Closed davidjennings closed 12 years ago
The problem with (1) is that the speed issue is related to the host we are collecting the data from.. and it can take a long time... Which means doing what you suggest about "Immediate" simply defers the problem to how do we write a HTML interface to represent a long-running transaction which might never terminate. So, yes "Add to queue" is perhaps more accurate, but isn't actually accurate, in that the real problem here is that the system to system interface is potentially long running and not particularly compatible with a HTML user session (Given for example, the OU course catalog)
I'll look at 2.. most of the issues around here seem to come from a perspective that harvesting a feed is an atomic transaction that can be completed almost instantly. The problem is that this isn't the case. The most common case is that the harvest will take 1-2 mins, and the edge cases can run to hours.
Because the checking is a background task, we don't really know when the next harvest will be, so it's hard to say "Will be harvested in HH:MM:SS.. this is because we have to run the feeds in series and due to the indeterminate time it takes to run each feed we can say "The next harvest will be in 5 mins" but if a particular job is 5th in the queue, and jobs 1,2,3 and 4 take 5 hours, Job 5 will run in 5 hours and 5 mins..
There are 2 potential solutions here.. (1) change the hardware and networking requirements so we can run all jobs in parallel. This will let us tell users when jobs will start, although the end time is still entirely dependent upon the system we are harvesting from. (2) Figure out the right words to explain this to users.
Maybe theres a middle ground, but thats the problem as I see it from this end.
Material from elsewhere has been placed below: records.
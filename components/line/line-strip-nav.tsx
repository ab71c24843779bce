"use client";

import { useEffect, useRef } from "react";
import type { KeyboardEvent, ReactNode } from "react";

const STEP: Record<string, number> = { ArrowRight: 1, ArrowLeft: -1 };

/** Adds the keys to the strip: arrows move, Escape shows the whole line; on a phone it scrolls to the pressed station. */
export function LineStripNav({
  className,
  pressed,
  label,
  children,
}: {
  className: string;
  pressed: string | null;
  label: string;
  children: ReactNode;
}) {
  const nav = useRef<HTMLElement>(null);

  useEffect(() => {
    const list = nav.current?.querySelector("ol");
    const cell = list?.querySelector<HTMLElement>("[aria-current]")?.parentElement;
    if (list && cell && list.scrollWidth > list.clientWidth) list.scrollLeft = cell.offsetLeft - 60;
  }, [pressed]);

  const onKeyDown = (event: KeyboardEvent) => {
    const links = [...(nav.current?.querySelectorAll<HTMLAnchorElement>("a") ?? [])];
    const step = STEP[event.key];
    if (event.key === "Escape") links.find((link) => link.hasAttribute("aria-current"))?.click();
    if (step === undefined) return;
    event.preventDefault();
    const from = links.findIndex((link) => link === document.activeElement);
    links[(from + step + links.length) % links.length]?.focus();
  };

  return (
    // The nav itself takes no focus; it hears the keys of the links inside it.
    // eslint-disable-next-line jsx-a11y/no-noninteractive-element-interactions
    <nav ref={nav} className={className} aria-label={label} onKeyDown={onKeyDown}>
      {children}
    </nav>
  );
}
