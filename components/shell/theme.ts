export type Theme = "day" | "night";

/** What the `theme` cookie says; undefined leaves it to the system. */
export function readTheme(cookie: string | undefined): Theme | undefined {
  return cookie === "day" || cookie === "night" ? cookie : undefined;
}
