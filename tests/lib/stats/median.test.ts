import { describe, expect, it } from "vitest";
import { median } from "@/lib/stats/median";

// Worked by hand from the definition: the middle of the sorted values, or the mean of the middle two.
describe("the median of minutes", () => {
  it("is the middle one of an odd number, whatever their order", () => expect(median([30, 12, 18])).toBe(18));
  it("is the mean of the middle two of an even number", () => expect(median([40, 12, 18, 30])).toBe(24));
  it("is not moved by one card that took all day", () => expect(median([10, 11, 12, 13, 480])).toBe(12));
  it("is the only one there is", () => expect(median([7])).toBe(7));
  it("says nothing of nothing", () => expect(median([])).toBeNull());
});
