"use client";

import { useSyncExternalStore } from "react";
import { isChosen, rememberChoice } from "@/components/shell/browser-cookie";
import { KEYS_CHANGED, KEYS_COOKIE } from "@/components/shell/hot-keys";

function subscribe(changed: () => void): () => void {
  window.addEventListener(KEYS_CHANGED, changed);
  return () => window.removeEventListener(KEYS_CHANGED, changed);
}

/** Single-key shortcuts can be turned off: speech input and unsteady hands press them by accident (WCAG 2.1.4). */
export function KeysToggle() {
  const off = useSyncExternalStore(
    subscribe,
    () => isChosen(KEYS_COOKIE, "off"),
    () => false,
  );
  const toggle = () => {
    rememberChoice(KEYS_COOKIE, off ? "on" : "off");
    window.dispatchEvent(new Event(KEYS_CHANGED));
  };
  return (
    <button
      type="button"
      className="me-menu__row me-menu__row--keys"
      role="switch"
      aria-checked={!off}
      onClick={toggle}
    >
      Single-key shortcuts
      <span className="switch" aria-hidden="true" />
    </button>
  );
}
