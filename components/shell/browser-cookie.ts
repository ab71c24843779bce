const YEAR_S = 60 * 60 * 24 * 365;

/** Remembers a choice of this browser for a year. Choices about how the screen looks, nothing secret. */
export function rememberChoice(name: string, value: string): void {
  document.cookie = `${name}=${value}; path=/; max-age=${YEAR_S}; samesite=lax`;
}

/** Whether the browser remembers that choice with that value. */
export function isChosen(name: string, value: string): boolean {
  return document.cookie.split("; ").includes(`${name}=${value}`);
}
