import { questionInput } from "@/lib/practice/practice.schema";
import { handle } from "@/lib/server/handle";
import { viewQuestion } from "@/lib/server/practice/question-view";

/** A question that was put to the caller; what was confirmed is told only once they have called it. */
export const GET = handle({
  permission: "practice.do",
  input: questionInput,
  run: ({ db, member, input: { id } }) => viewQuestion(db, member, id),
});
This is all helpful explanation. The main point seems to be that if "users will want to dip into this part of the system, check their data and move on", as I suggested, the hard truth is that they won't be able to for sound technical reasons. Fair enough.
Bearing in mind that uncertainties remain in solution (1), I suspect solution (2) may be the only really practical one.
If there are uncertainties such as the variation between 1-2 mins and 5+ hours, then the dialogue with the users has to prepare them for this, rather than just leaving them to find out the hard way. Need to be careful about expectations set by statements like "it should be picked up within the next 5 minutes"; old adage about better to under promise and over deliver. So, in this case, a warning message along lines of "This step depends on systems and data that are not part of this service, so it can take several hours (though in most cases it is completed in a matter of minutes".
Users need to be given the feedback and info to determine things like (a) if there are errors that have prevented harvesting (b) how and where should they check for and diagnose errors (c) what feedback is available about the kinds of errors
The best way to communicate this is probably not via one long manual-style explanation, but through providing relevant prompts and guidance at each stage of the process...
Could use some specific suggestions here.. not sure how to improve things..
I think we're agreed that the only way forward in the short term is to improve the feedback to users. I suggest:that the message displayed to users after the 'collect' button has been pressed AND the message displayed when the feed interval is changed should read:
" Feed x has been added to the queue for collection. This step depends on systems and data that are not part of the aggregation service, so it can take several hours (though in most cases it is completed in a matter of minutes)".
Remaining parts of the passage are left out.